→ **WHAT THE TASK REQUIRES**: State how many lines in the entries below hold the word "capture", with nothing besides the number.

Segment Start: RECORD SET

import { LitElement, nothing } from 'lit';
import type { HalfmarkEvents } from '../shared/events.ts';
import { tell } from '../shared/events.ts';
import type { HmHelp } from './hm-help.ts';

/**
 * Stands in the page for the help, which is fetched when it is first asked for: by F1, or by the act "help" from anywhere in the page.
 * @fires hm-say  it could not be fetched
 */
export class HmHelpDoor extends LitElement {
  private readonly act = (event: Event): void => {
    if ((event as CustomEvent<HalfmarkEvents['hm-act']>).detail.act === 'help') void this.show();
  };
  private readonly key = (event: KeyboardEvent): void => {
    if (event.key !== 'F1' || event.ctrlKey || event.metaKey || event.altKey || event.shiftKey) return;
    event.preventDefault();
    void this.show();
  };

  override connectedCallback(): void {
    super.connectedCallback();
    addEventListener('hm-act', this.act);
    // Before a field keeps the key to itself.
    addEventListener('keydown', this.key, { capture: true });
  }

  override disconnectedCallback(): void {
    super.disconnectedCallback();
    removeEventListener('hm-act', this.act);
    removeEventListener('keydown', this.key, { capture: true });
  }

  async show(): Promise<void> {
    try {
      await import('./hm-help.ts');
    } catch {
      return tell(this, 'hm-say', { text: 'The help could not be fetched.', urgent: true });
    }
    const there = this.renderRoot.querySelector<HmHelp>('hm-help') ?? document.createElement('hm-help');
    if (!there.isConnected) this.renderRoot.append(there);
    await there.show();
  }

  override render(): typeof nothing {
    return nothing;
  }
}

customElements.define('hm-help-door', HmHelpDoor);

declare global {
  interface HTMLElementTagNameMap {
    'hm-help-door': HmHelpDoor;
  }
}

Segment End: RECORD SET

→ **YOUR SOLUTION**: 2